The RFID system was aimed at facilitating the following: once the vehicle is in the
station and thus the reading range of the tag, the RFID reader is expected to communicate
with the tag and read the information stored in it and call the vehicle database file in the
host computer. The microcontroller signal will then trigger the database to update the
vehicle load specifications and if necessary link the bank account for deductions of any
fine payments. The system is then expected to close the transaction and effect any RFID
security measures if any.
3.4 INTERFACING THE ARDUINO MICRO-CONTROLLER WITH SYSTEM COMPONENTS
This included interfacing the micro-controller with the measuring unit signal, interfacing
the micro-controller with the host computer and also its interface with the barrier control
motors.
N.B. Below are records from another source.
import '@fontsource-variable/commissioner/wght.css';
import '@fontsource-variable/literata/wght.css';
import './look/page.css';
import './look/frame.css';
import './look/parts.css';
import './look/rows.css';
import './look/start.css';
import { createRoot } from 'react-dom/client';
import { createClient } from '../main/contract/client.ts';
import { type Bridge, desktopTransport } from '../main/contract/desktop.ts';
import { loopbackTransport } from '../main/contract/loopback.ts';
import { createCommands } from './commands/commands.ts';
import { startKeyboard } from './commands/keyboard.ts';
import { chooseScheme, startTheme } from './look/theme.ts';
import { App } from './page/app.tsx';
import { PageContext } from './page/context.tsx';
import { createSolver, workerThread } from './solving/solver.ts';
import { createDesk } from './state/desk.ts';
import { followHand } from './state/live.ts';
import { createPreferences } from './state/preferences.ts';
import { createWorkbench } from './state/workbench.ts';

startTheme();

/** This window's own name, which stays while it is loaded anew. */
function windowName(): string {
  const key = 'channelwright-window';
  const name = sessionStorage.getItem(key) ?? crypto.randomUUID();
  sessionStorage.setItem(key, name);
  return name;
}

const { channelwright } = window as unknown as { readonly channelwright?: Bridge };
const client = createClient(
  channelwright ? desktopTransport(channelwright) : loopbackTransport({ origin: '', window: windowName() }),
);
const desk = createDesk(
  client,
  createSolver(workerThread(), {
    get: (keys) =>
      client.call('cells.get', { keys: [...keys] }).then(
        ({ found }) => found,
        () => [],
      ),
    put: (cell) => void client.call('cells.put', { entries: [cell] }).catch(() => undefined),
  }),
);
const bench = createWorkbench(desk);
const preferences = createPreferences(client);
const commands = createCommands(desk, bench, () => preferences.store.get().keys);
const page = { desk, bench, commands, preferences };

client.on('project', (standing) => desk.stand(standing));
client.on('opened', ({ state }) => void desk.open('Opening …', async () => state));
client.on('command', ({ name }) => commands.all.some((command) => command.id === name) && commands.run(name));
client.on('problem', ({ what, remedy }) => desk.say(`${what} ${remedy}`));
client.on('closing', ({ says }) => desk.say(says));
startKeyboard(page);
followHand(desk, bench);

createRoot(document.getElementById('page')!).render(
  <PageContext value={page}>
    <App />
  </PageContext>,
);

void preferences
  .read()
  .then(() => chooseScheme(preferences.store.get().scheme))
  .catch(() => undefined);
// what this window had open before it was loaded anew
void client
  .call('project.state', {})
  .then(({ state }) => state && desk.open('Opening …', async () => state))
  .catch((error: unknown) => desk.say(error instanceof Error ? error.message : ''));
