import { type BrowserWindow, dialog } from 'electron';
import { type Input, REQUESTS } from '../contract/contract.ts';
import { decode, encode } from '../contract/wire.ts';

/** Answers `files.choose` by the system's own dialog, on top of the window that asks. */
export async function chooseFile(window: BrowserWindow, body: Uint8Array): Promise<Uint8Array> {
  const input = read(body);
  if (!input) {
    const problem = {
      kind: 'format',
      what: 'The request cannot be read.',
      where: '',
      remedy: 'Reload the page.',
    };
    return encode({ ok: false, problem });
  }
  return encode({ ok: true, output: { path: await ask(window, input) } });
}

function read(body: Uint8Array): Input<'files.choose'> | null {
  try {
    return REQUESTS['files.choose'].input.parse(decode(body));
  } catch {
    return null;
  }
}

async function ask(window: BrowserWindow, input: Input<'files.choose'>): Promise<string | null> {
  const { purpose, title, suggest } = input;
  const filters = input.kinds.map(({ name, extensions }) => ({ name, extensions: [...extensions] }));
  const start = suggest === undefined ? {} : { defaultPath: suggest };
  if (purpose === 'open') {
    const { canceled, filePaths } = await dialog.showOpenDialog(window, {
      title,
      filters,
      ...start,
      properties: ['openFile'],
    });
    return canceled ? null : (filePaths[0] ?? null);
  }
  const { canceled, filePath } = await dialog.showSaveDialog(window, {
    title,
    filters,
    ...start,
    properties: ['createDirectory', 'showOverwriteConfirmation'],
  });
  return canceled || !filePath ? null : filePath;
}
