import { join, resolve } from 'node:path';
import { app, session } from 'electron';
import { createSessions } from '../session/sessions.ts';
import { userDataFolder } from '../user/folder.ts';
import { chooseFile } from './choose.ts';
import { ENGINE } from './engine.ts';
import { takeRequests } from './ipc.ts';
import { setMenu } from './menu.ts';
import { declareScheme, serveScheme } from './scheme.ts';
import { closeContents, closeSession } from './security.ts';
import { Windows } from './windows.ts';

/** The desktop program: windows around the same page and the same threads that the browser host has. */

/** Quitting never waits longer: what is not in its place by then lies safe and goes there next time. */
const QUIT_MS = 1_000;

/** Projects and descriptions that a command line names. */
function filesOf(args: readonly string[], folder: string): string[] {
  return args
    .filter((arg) => /\.(chw|json)$/i.test(arg) && !arg.startsWith('-'))
    .map((arg) => resolve(folder, arg));
}

function start(): void {
  app.setName('Channelwright');
  app.setAppUserModelId('org.channelwright.app');
  app.enableSandbox();
  app.commandLine.appendSwitch('js-flags', ENGINE);
  declareScheme();
  closeContents();

  const root = app.getAppPath();
  const userData = userDataFolder();
  const sessions = createSessions({
    host: 'desktop',
    dialogs: true,
    userData,
    assets: join(root, 'assets'),
    version: app.getVersion(),
  });
  const windows = new Windows({ sessions, userData, preload: join(root, 'dist', 'main', 'preload.cjs') });
  // Files that the system names before there can be a window.
  let early: string[] | null = filesOf(process.argv.slice(1), process.cwd());

  const openFiles = (files: readonly string[]): void => {
    if (early) early.push(...files);
    else if (files.length === 0) void windows.bringUp();
    else for (const file of files) void windows.openFile(file);
  };

  app.on('open-file', (event, path) => {
    event.preventDefault();
    openFiles([path]);
  });
  app.on('second-instance', (_event, args, folder) => openFiles(filesOf(args.slice(1), folder)));
  app.on('activate', () => {
    if (windows.count === 0) void windows.make();
  });
  app.on('window-all-closed', () => {
    if (process.platform !== 'darwin') app.quit();
  });

  let kept = false;
  app.on('before-quit', (event) => {
    if (kept) return;
    event.preventDefault();
    const late = new Promise((done) => setTimeout(done, QUIT_MS).unref());
    void Promise.race([sessions.close(), late]).then(() => {
      kept = true;
      app.quit();
    });
  });

  takeRequests(async (contents, name, body) => {
    const thread = windows.nameOf(contents);
    const window = windows.windowOf(contents);
    if (thread === null || window === null) throw new Error('refused');
    return name === 'files.choose' ? await chooseFile(window, body) : await sessions.call(thread, name, body);
  });

  void app.whenReady().then(async () => {
    closeSession(session.defaultSession);
    await serveScheme(session.defaultSession.protocol, join(root, 'dist', 'renderer'));
    setMenu({ command: (name) => windows.command(name), newWindow: () => void windows.make() });
    const files = early ?? [];
    early = null;
    const [first, ...others] = files;
    await windows.make(first);
    for (const file of others) await windows.make(file);
  });
}

// A second start hands its files over to the first and goes.
if (app.requestSingleInstanceLock()) start();
else app.quit();
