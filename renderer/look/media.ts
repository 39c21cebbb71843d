/** A wish of the person's system that the page follows. */
export interface Wish {
  /** As it was told last. */
  holds(): boolean;
  /** Calls `listener` after every change; returns how to stop. */
  listen(listener: () => void): () => void;
}

/**
 * Follows a media query. Who reads `matches` of a list that listens may take its change away from it: where that
 * happens between the change and the frame that would tell of it, as it does in what draws every frame, no event
 * comes. So it is read once, and then only told.
 */
export function wish(query: string): Wish {
  const list = typeof matchMedia === 'function' ? matchMedia(query) : null;
  let held = list?.matches ?? false;
  const listeners = new Set<() => void>();
  list?.addEventListener('change', (event) => {
    held = event.matches;
    for (const listener of [...listeners]) listener();
  });
  return {
    holds: () => held,
    listen(listener) {
      listeners.add(listener);
      return () => listeners.delete(listener);
    },
  };
}
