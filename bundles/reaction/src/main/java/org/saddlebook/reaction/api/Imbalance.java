package org.saddlebook.reaction.api;

import java.util.List;

/**
 * What an equation does not have alike on both sides.
 *
 * @param sums one for each element, and for the charge, that differs; elements in alphabetical order, charge last; empty
 *     when the equation balances
 */
public record Imbalance(List<Sum> sums) {
    /** The name under which the charge stands. */
    public static final String CHARGE = "charge";

    /**
     * The two sums of one element, or of the charge.
     *
     * @param of symbol of the element, or {@link Imbalance#CHARGE}
     * @param left sum over the left side
     * @param right sum over the right side
     */
    public record Sum(String of, Fraction left, Fraction right) {}

    /** Copies the sums. */
    public Imbalance {
        sums = List.copyOf(sums);
    }

    /** Whether nothing differs. */
    public boolean balanced() {
        return sums.isEmpty();
    }

    /** {@code H: 6 on the left, 4 on the right; charge: 1 on the left, 0 on the right}; empty when it balances. */
    public String text() {
        StringBuilder text = new StringBuilder();
        for (Sum sum : sums) {
            text.append(text.length() == 0 ? "" : "; ")
                    .append(sum.of())
                    .append(": ")
                    .append(sum.left().text())
                    .append(" on the left, ")
                    .append(sum.right().text())
                    .append(" on the right");
        }
        return text.toString();
    }
}
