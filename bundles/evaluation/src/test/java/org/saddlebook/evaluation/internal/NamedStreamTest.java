package org.saddlebook.evaluation.internal;

import static org.junit.jupiter.api.Assertions.assertEquals;
import static org.junit.jupiter.api.Assertions.assertNotEquals;

import java.util.Set;
import java.util.TreeSet;
import org.junit.jupiter.api.Test;
import org.saddlebook.api.service.Progress;
import org.saddlebook.api.task.Cancelled;

class NamedStreamTest {
    @Test
    void dependsOnSeedAndNameAlone() {
        assertEquals(new NamedStream(7, "a").nextLong(), new NamedStream(7, "a").nextLong());
        assertNotEquals(new NamedStream(7, "a").nextLong(), new NamedStream(8, "a").nextLong());
        assertNotEquals(new NamedStream(7, "a").nextLong(), new NamedStream(7, "b").nextLong());
    }

    @Test
    void normalDeviatesHaveTheMomentsOfTheNormalLaw() {
        NamedStream stream = new NamedStream(1, "moments");
        int n = 200_000;
        double sum = 0;
        double squares = 0;
        double fourth = 0;
        for (int i = 0; i < n; i++) {
            double x = stream.nextGaussian();
            sum += x;
            squares += x * x;
            fourth += x * x * x * x;
        }
        // Five standard errors of each moment: 1, sqrt(2) and sqrt(96) over sqrt(n).
        double root = Math.sqrt(n);
        assertEquals(0, sum / n, 5 / root);
        assertEquals(1, squares / n, 5 * Math.sqrt(2) / root);
        assertEquals(3, fourth / n, 5 * Math.sqrt(96) / root);
    }

    @Test
    void partsComeBackInOrderForAnyNumberOfThreads() throws Cancelled {
        Set<String> results = new TreeSet<>();
        for (int threads : new int[] {1, 2, 8}) {
            EvaluationTask task = new EvaluationTask(3, threads, Long.MAX_VALUE, Progress.NONE);
            results.add(task.parts(
                            50, i -> Long.toHexString(task.random("part/" + i).nextLong()))
                    .toString());
        }
        assertEquals(1, results.size());
    }
}
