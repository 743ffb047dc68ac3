package org.saddlebook.desk.components.api;

import java.awt.Component;
import java.awt.Toolkit;
import java.awt.datatransfer.Clipboard;
import java.io.File;
import java.io.IOException;
import java.nio.file.Files;
import java.nio.file.Path;
import java.nio.file.StandardCopyOption;
import java.util.Optional;
import java.util.function.Function;
import java.util.function.Supplier;
import javax.swing.JFileChooser;
import org.saddlebook.desk.api.DeskContext;

/**
 * Where copies and files go. One object for all components, so that tests and other shells can stand in for the clipboard
 * and the question for a file.
 *
 * @param clipboard gives the clipboard when something is copied
 * @param chooser asks for a file, given the component in front and a proposed name; empty when the user turns away
 */
public record Saving(Supplier<Clipboard> clipboard, Asking chooser) {
    /** Asks for a file. */
    @FunctionalInterface
    public interface Asking {
        /** The file to write; empty when the user turns away. */
        Optional<Path> ask(Component front, String name);
    }

    /** Bytes that may fail to be made. */
    @FunctionalInterface
    public interface Bytes {
        /** Makes them; off the event thread. */
        byte[] make() throws IOException;
    }

    /** The system's clipboard and a dialogue for files. */
    public static Saving system() {
        return new Saving(() -> Toolkit.getDefaultToolkit().getSystemClipboard(), Saving::dialogue);
    }

    private static Optional<Path> dialogue(Component front, String name) {
        JFileChooser chooser = new JFileChooser();
        chooser.setDialogTitle("Save " + name);
        chooser.setSelectedFile(new File(name));
        chooser.getAccessibleContext().setAccessibleName("Save " + name);
        return chooser.showSaveDialog(front) == JFileChooser.APPROVE_OPTION
                ? Optional.of(chooser.getSelectedFile().toPath())
                : Optional.empty();
    }

    /**
     * Asks for a file and writes it in the background: complete or not at all.
     *
     * @param name proposed file name
     */
    void save(Component front, DeskContext context, String name, Bytes bytes) {
        Optional<Path> file = chooser.ask(front, name);
        if (file.isEmpty()) {
            return;
        }
        Function<Path, String> said = path -> "Saved " + path.getFileName() + ".";
        context.run(
                "saving " + file.get().getFileName(),
                progress -> {
                    write(file.get(), bytes.make());
                    return file.get();
                },
                path -> context.note(said.apply(path)));
    }

    private static void write(Path file, byte[] bytes) throws IOException {
        Path whole = file.toAbsolutePath();
        Path part = Files.createTempFile(whole.getParent(), ".", ".part");
        try {
            Files.write(part, bytes);
            Files.move(part, whole, StandardCopyOption.REPLACE_EXISTING);
        } finally {
            Files.deleteIfExists(part);
        }
    }

    /** A file name from a title: letters, digits and hyphens. */
    static String fileName(String title, String extension) {
        StringBuilder name = new StringBuilder();
        for (int i = 0; i < title.length() && name.length() < 60; i++) {
            char c = Character.toLowerCase(title.charAt(i));
            boolean plain = (c >= 'a' && c <= 'z') || (c >= '0' && c <= '9');
            if (plain) {
                name.append(c);
            } else if (name.length() > 0 && name.charAt(name.length() - 1) != '-') {
                name.append('-');
            }
        }
        while (name.length() > 0 && name.charAt(name.length() - 1) == '-') {
            name.setLength(name.length() - 1);
        }
        return (name.length() == 0 ? "figure" : name.toString()) + "." + extension;
    }
}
This involved the physical interconnections and also development of code to
enable or drive each of the interfaces made such as the allocated input/output ports and
communication.
3.4.1 Interfacing with measured input signal
The measuring unit, load cell’s, output signal was fed to the microcontroller and served
as the main signal to determine the rest of the processes to be initiated according to
whether the vehicle is relatively overloaded or not. The signal is expected to be in the
analogue form and thus will be inputted through the analogue 1 input pin of the
microcontroller which was programmed to enable the same. The input pin is specified by
the sketch written so to avoid signals from other pins to trigger the subsequent processes.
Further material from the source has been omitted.